Vaccins rotavirus : l'OMS s'interroge sur les risques d'invagination

Le comité spécialisé de l’OMS sur la sécurité des vaccins, le GACVS, revient sur le risque d’invagination intestinale chez le nourrisson après vaccination avec l’un des 2 vaccins disponibles contre les rotavirus, le Rotarix de GSK et le RotaTeq de Merck sur lesquels des données ont été collectées dans un certain nombre de pays du continent américain.

Rappelons d'abord que l'invagination intestinale est une pénétration de l'intestin dans l'intestin, créant ainsi une occlusion intestinale (voir Wikipedia). Précisons aussi que le vaccin de GSK est monovalent alors que celui de Merck est pentavalent.

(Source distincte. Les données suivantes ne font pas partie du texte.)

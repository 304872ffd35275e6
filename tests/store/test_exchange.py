"""An exchange that names the pump that went in (``--serial-in``): that pump is fitted in the same
machine and position from the exchange's date and its hours count on from there; the pump that
came out is removed. Refusals name the field and write nothing; removing the exchange gives the
fitments back; show, history and the JSON listing name the pump that went in."""

from __future__ import annotations

import json
from datetime import date

import pytest

from logbook.cli import main
from logbook.model import Event, EventKind, InputRejected, Reading

from .conftest import TODAY

DAY = date(2025, 6, 1)


def _state(store):
    return store.counts(), len(store.audit_trail()), store.fitments()


def _exchange(store, serial_in="S-300", day=DAY, hours=1700.0, serial="S-100"):
    return store.add_event(Event(id=None, kind=EventKind.EXCHANGE, happened_on=day, serial=serial, hours=hours,
                                 serial_in=serial_in), today=TODAY)


def test_the_pump_that_went_in_takes_the_place_from_that_day(store):
    saved = _exchange(store)
    assert saved.serial_in == "S-300" and saved.machine == "M-1"
    out = store.fitments(serial="S-100")
    assert [(f.machine, f.position, f.removed_on, f.machine_hours_at_removal) for f in out] == [
        ("M-1", "main", DAY, 1700.0)]
    went_in = store.fitments(serial="S-300")
    assert [(f.machine, f.position, f.fitted_on, f.removed_on, f.machine_hours_at_fit, f.pump_hours_at_fit)
            for f in went_in] == [("M-1", "main", DAY, None, 1700.0, 0.0)]  # never fitted before: its hours start at 0
    trail = [(e.action, e.table) for e in store.pump_trail("S-300")]
    assert ("insert", "fitments") in trail
    assert store.check() == []
    # readings of the pump that went in are taken in its place; the one that came out is no longer fitted
    r = store.add_reading(Reading(id=None, serial="S-300", taken_on=date(2025, 7, 1), machine_hours=1900,
                                  servo_pressure_bar=27.0), today=TODAY)
    assert r.machine == "M-1"
    with pytest.raises(InputRejected, match="not fitted to a machine that day"):
        store.add_reading(Reading(id=None, serial="S-100", taken_on=date(2025, 7, 2), machine_hours=1910,
                                  servo_pressure_bar=25.0), today=TODAY)


def test_the_engine_counts_the_new_pumps_hours_from_the_exchange(store):
    # Pump hours = hours at fitting + machine hours run since (the rule of logbook.meter, worked by hand:
    # 0 h at fitting at 1700 h on the meter, read at 2300 h -> 600 pump hours)
    from logbook.analysis.fleet import forecast_fleet
    from logbook.analysis.timeline import Timeline

    _exchange(store)
    for k, (day, meter) in enumerate(((date(2025, 8, 1), 2000), (date(2025, 10, 1), 2300))):
        store.add_reading(Reading(id=None, serial="S-300", taken_on=day, machine_hours=meter, case_drain_lpm=2.0 + k,
                                  servo_pressure_bar=27.0, oil_temp_c=50, test_pressure_bar=400,
                                  test_speed_rpm=2000), today=TODAY)
    fleet = store.fleet()
    tl = Timeline(fleet.fitments, fleet.readings, fleet.events)
    mine = [i for i, r in enumerate(fleet.readings) if r.serial == "S-300"]
    assert [float(tl.hours[i]) for i in mine] == [300.0, 600.0]
    forecast = forecast_fleet(fleet, TODAY)
    went_in, came_out = forecast.pump("S-300"), forecast.pump("S-100")
    assert (went_in.machine, went_in.position, went_in.site) == ("M-1", "main", "North Yard")
    assert came_out.machine is None
    assert fleet.history("S-100").events[-1].serial_in == "S-300"


@pytest.mark.parametrize("serial_in, words", [
    ("S-999", "serial_in = 'S-999': must be a known pump serial"),
    ("S-100", "serial_in = 'S-100': must be another pump than the one that came out"),
    ("S-200", "serial_in = 'S-200': sat in M-2 on 2025-06-01"),
])
def test_a_bad_serial_in_is_named_and_nothing_is_written(store, serial_in, words):
    before = _state(store)
    with pytest.raises(InputRejected) as caught:
        _exchange(store, serial_in=serial_in)
    assert any(words in str(p) for p in caught.value.problems), [str(p) for p in caught.value.problems]
    assert _state(store) == before


def test_serial_in_belongs_to_an_exchange_only_and_later_readings_of_the_pump_out_refuse_it(store):
    before = _state(store)
    with pytest.raises(InputRejected, match="serial_in = 'S-300': is only taken by an exchange, not by overhaul"):
        store.add_event(Event(id=None, kind=EventKind.OVERHAUL, happened_on=DAY, serial="S-100", hours=1700,
                              serial_in="S-300"), today=TODAY)
    # S-100 was read in M-1 on 2025-05-01: an exchange on 2025-04-01 would leave that reading nowhere
    with pytest.raises(InputRejected, match=r"1 reading\(s\) of S-100 from 2025-05-01 on"):
        _exchange(store, day=date(2025, 4, 1), hours=1300.0)
    assert _state(store) == before


def test_a_second_exchange_with_another_pump_in_is_not_taken_for_a_repeat(store):
    first = _exchange(store)
    with pytest.raises(InputRejected, match="serial_in"):
        _exchange(store, serial_in="S-200")  # same pump, day and hours, another pump in: not the same event
    report = store.add_events([Event(id=None, kind=EventKind.EXCHANGE, happened_on=DAY, serial="S-100", hours=1700.0,
                                     serial_in="S-300")], today=TODAY)
    assert report.already_present == 1 and report.added == 0 and first.id in [e.id for e in store.events()]


def test_removing_the_exchange_gives_the_fitments_back_unless_later_records_rest_on_it(store):
    ex = _exchange(store)
    r = store.add_reading(Reading(id=None, serial="S-300", taken_on=date(2025, 7, 1), machine_hours=1900,
                                  servo_pressure_bar=27.0), today=TODAY)
    before = _state(store)
    with pytest.raises(InputRejected, match=r"later records depend on: 1 reading\(s\) of S-300"):
        store.remove_event(ex.id, reason="wrong pump")
    assert _state(store) == before
    store.remove_reading(r.id, reason="taken on the wrong pump")
    store.remove_event(ex.id, reason="wrong pump")
    assert [(f.machine, f.removed_on) for f in store.fitments(serial="S-100")] == [("M-1", None)]
    assert store.fitments(serial="S-300") == []
    assert store.check() == []
    assert _exchange(store).id != ex.id  # and it can be recorded again


def test_an_exchange_without_serial_in_keeps_the_pump_in_place(store):
    saved = _exchange(store, serial_in=None)
    assert saved.serial_in is None
    assert [(f.machine, f.removed_on) for f in store.fitments(serial="S-100")] == [("M-1", None)]


def test_cli_records_shows_and_lists_the_pump_that_went_in(store, tmp_path, capsys):
    db = str(store.path)
    store.close()
    base = ["--db", db, "--today", TODAY.isoformat()]
    assert main([*base, "event", "exchange", "S-100", "--date", DAY.isoformat(), "--hours", "1700",
                 "--serial-in", "S-999"]) == 2
    err = capsys.readouterr().err
    assert "serial_in = 'S-999': must be a known pump serial" in err and "nothing was written" in err
    assert main([*base, "event", "exchange", "S-100", "--date", DAY.isoformat(), "--hours", "1700",
                 "--serial-in", "S-300"]) == 0
    assert "S-300 fitted in its place" in capsys.readouterr().out
    assert main([*base, "show", "S-100"]) == 0
    assert "exchange, S-300 went in" in capsys.readouterr().out
    assert main([*base, "show", "S-100", "--format", "json"]) == 0
    doc = json.loads(capsys.readouterr().out)
    assert doc["events"][-1]["serial_in"] == "S-300" and doc["events"][-1]["kind"] == "exchange"
    assert main([*base, "show", "S-300"]) == 0
    assert "M-1" in capsys.readouterr().out  # fitted in M-1 from the exchange
    assert main([*base, "history", "S-100", "--format", "json"]) == 0
    entries = json.loads(capsys.readouterr().out)["entries"]
    assert any("serial_in S-300" in e["change"] for e in entries if e["table"] == "events")


def test_an_events_file_names_the_pump_that_went_in(store):
    from .conftest import load

    load(store, "events", b"date,kind,serial,hours,serial_in\n2025-06-01,exchange,S-100,1700,S-300\n")
    assert [(f.machine, f.fitted_on) for f in store.fitments(serial="S-300")] == [("M-1", DAY)]
    assert store.fitments(serial="S-100")[0].removed_on == DAY
    bad = b"date,kind,serial,hours,serial_in\n2025-06-01,exchange,S-200,5400,S-999\n"
    from logbook.imports import import_bytes

    before = _state(store)
    report = import_bytes(store, "events", bad, name="events.csv", today=TODAY)
    assert any("serial_in" in str(p) and "S-999" in str(p) and p.line == 2 for p in report.problems)
    assert _state(store) == before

Dans le REH du 18 février 2011 le GACVS rappelle que le premier vaccin autorisé en 1998 aux États Unis avait du être retiré du marché en raison de ce risque. Aussi, il s'interroge toujours sur l'importance de ce risque avec les vaccins qui lui ont succédé à partir de 2006. Bien sûr, le GACVS affirme que les observations faites ne donnent aucun signal mais le moins qu'on puisse dire est que ses explications sont embarrassées.

Le comité reconnaît en effet que :

« un groupe de cas au cours de la première semaine après l’administration de la première dose du vaccin pentavalent a suscité des inquiétudes et la surveillance devra se poursuivre pour exclure un risque de faible niveau au cours de cette période. »

« Les analyses préliminaires des données en date de septembre 2008 ont trouvé un groupe de 18 hospitalisations après des invaginations (aucune mortelle) qui se sont produites dans les 7 jours après l’administration de la première dose vaccinale au Mexique. Cela correspond à une fréquence 4 à 5 fois plus élevée que celle constatée par la suite après la vaccination, après ajustement sur l’âge. »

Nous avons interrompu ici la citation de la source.